(PROVIDED RECORDS begins)

@_jit
def _prefix_search_nb(n, indptr, indices, wts, deg, a, b, k, tol, rep, table, used, stored, node_budget, sx, st):  # pragma: no cover
    """Depth-first "width <= k?" search over prefix sets (see bnb).

    Returns (status, order, rejected, nodes): status 1 found (order filled),
    0 refuted, -1 node budget spent, -2 memo table full, -3 candidate stack
    full.  ``sx >= 0`` breaks the reversal symmetry: vertex ``sx`` joins only
    prefixes of at least ``st`` vertices and never by a free move.  ``table``/``used``
    (failed sets) and ``stored[0]`` (their number) persist between calls.
    """
    W = table.shape[1]
    mask = table.shape[0] - 1
    limit = table.shape[0] // 2
    inS = np.zeros(n, dtype=np.bool_)
    wS = np.zeros(n)
    key = np.zeros(W, dtype=np.uint64)
    csize = min(n * (n + 1) + 1, 1 << 24)
    cand = np.empty(csize, dtype=np.int64)
    work = np.empty(n + indices.shape[0] + 1, dtype=np.int64)
    candc = np.empty(n, dtype=np.float64)
    cand_start = np.zeros(n + 2, dtype=np.int64)
    cand_pos = np.zeros(n + 2, dtype=np.int64)
    cand_end = np.zeros(n + 2, dtype=np.int64)
    added = np.empty(n + 1, dtype=np.int64)
    added_start = np.zeros(n + 2, dtype=np.int64)
    added_end = np.zeros(n + 2, dtype=np.int64)
    chosen = np.zeros(n + 2, dtype=np.int64)
    cut_base = np.zeros(n + 2)
    stamp = np.zeros(n, dtype=np.int64)
    order = np.full(n, -1, dtype=np.int64)
    rejected = np.inf
    nodes = 0
    placed = 0
    goal = n if b < 0 else n - 1
    final_cut = 0.0 if b < 0 else deg[b]
    cut = 0.0
    if a >= 0:
        inS[a] = True
        placed = 1
        key[a >> 6] ^= np.uint64(1) << np.uint64(a & 63)
        for j in range(indptr[a], indptr[a + 1]):
            wS[indices[j]] += wts[j]
        cut = deg[a]
    d = 0
    n_added = 0
    entering = True
    while True:
        if entering:
            nodes += 1
            if nodes > node_budget:
                return -1, order, rejected, nodes
            # free moves: at the root any vertex may be free; deeper, only the
            # neighbours of the vertex just chosen (and of those moved for free)
            added_start[d] = n_added
            wtop = 0
            if d == 0:
                for v in range(n):
                    work[wtop] = v
                    wtop += 1
            else:
                pv = chosen[d - 1]
                for j in range(indptr[pv], indptr[pv + 1]):
                    work[wtop] = indices[j]
                    wtop += 1
            while wtop > 0:
                wtop -= 1
                v = work[wtop]
                if inS[v] or v == b or v == sx:
                    continue
                dl = deg[v] - 2.0 * wS[v]
                if dl <= tol:
                    inS[v] = True
                    placed += 1
                    key[v >> 6] ^= np.uint64(1) << np.uint64(v & 63)
                    for j in range(indptr[v], indptr[v + 1]):
                        u = indices[j]
                        wS[u] += wts[j]
                        if not inS[u]:
                            work[wtop] = u
                            wtop += 1
                    cut += dl
                    added[n_added] = v
                    n_added += 1
            added_end[d] = n_added
            cut_base[d] = cut
            dead = False
            if placed == goal:
                if final_cut <= k + tol:
                    # success: rebuild the ordering from the path
                    p = 0
                    if a >= 0:
                        order[p] = a
                        p += 1
                    for dd in range(d + 1):
                        for i in range(added_start[dd], added_end[dd]):
                            order[p] = added[i]
                            p += 1
                        if dd < d:
                            order[p] = chosen[dd]
                            p += 1
                    if b >= 0:
                        order[p] = b
                    return 1, order, rejected, nodes
                if final_cut < rejected:
                    rejected = final_cut
                dead = True
            else:
                slot, found = _memo_find(table, used, key, W, mask)
                if found:
                    dead = True
            if not dead:
                # candidates, one per twin class, sorted by next cut then weight into S
                start = cand_start[d]
                if start + n > csize:
                    return -3, order, rejected, nodes
                cnt = 0
                for v in range(n):
                    if inS[v] or v == b or (v == sx and placed < st):
                        continue
                    nc = cut + deg[v] - 2.0 * wS[v]
                    if nc > k + tol:
                        if nc < rejected:
                            rejected = nc
                        continue
                    r = rep[v]
                    if stamp[r] == nodes:
                        continue
                    stamp[r] = nodes
                    # insertion by (nc, -wS)
                    i = cnt
                    while i > 0:
                        u = cand[start + i - 1]
                        cu = candc[i - 1]
                        if cu > nc + tol or (abs(cu - nc) <= tol and wS[u] < wS[v]):
                            cand[start + i] = u
                            candc[i] = cu
                            i -= 1
                        else:
                            break
                    cand[start + i] = v
                    candc[i] = nc
                    cnt += 1
                cand_pos[d] = start
                cand_end[d] = start + cnt
                cand_start[d + 1] = start + cnt
            else:
                cand_pos[d] = cand_start[d]
                cand_end[d] = cand_start[d]
                cand_start[d + 1] = cand_start[d]
            entering = False
        # try the next candidate at depth d
        if cand_pos[d] < cand_end[d]:
            v = cand[cand_pos[d]]
            cand_pos[d] += 1
            chosen[d] = v
            inS[v] = True
            placed += 1
            key[v >> 6] ^= np.uint64(1) << np.uint64(v & 63)
            for j in range(indptr[v], indptr[v + 1]):
                wS[indices[j]] += wts[j]
            cut = cut_base[d] + deg[v] - 2.0 * wS[v]  # wS[v]: weight from v into the old set
            d += 1
            entering = True
            continue
        # all candidates failed: remember the set, undo the free moves, go up
        if placed != goal:
            slot, found = _memo_find(table, used, key, W, mask)
            if not found:
                if stored[0] >= limit:
                    return -2, order, rejected, nodes
                used[slot] = True
                for i in range(W):
                    table[slot, i] = key[i]
                stored[0] += 1
        for i in range(added_end[d] - 1, added_start[d] - 1, -1):
            v = added[i]
            inS[v] = False
            placed -= 1
            key[v >> 6] ^= np.uint64(1) << np.uint64(v & 63)
            for j in range(indptr[v], indptr[v + 1]):
                wS[indices[j]] -= wts[j]
        n_added = added_start[d]
        if d == 0:
            return 0, order, rejected, nodes
        d -= 1
        v = chosen[d]
        inS[v] = False
        placed -= 1
        key[v >> 6] ^= np.uint64(1) << np.uint64(v & 63)
        for j in range(indptr[v], indptr[v + 1]):
            wS[indices[j]] -= wts[j]
        cut = cut_base[d]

(PROVIDED RECORDS ends)

* ASSIGNMENT *
Tally the lines above in which the string "candc" occurs, and give the total with nothing added.

* SOLVED EXERCISE *
4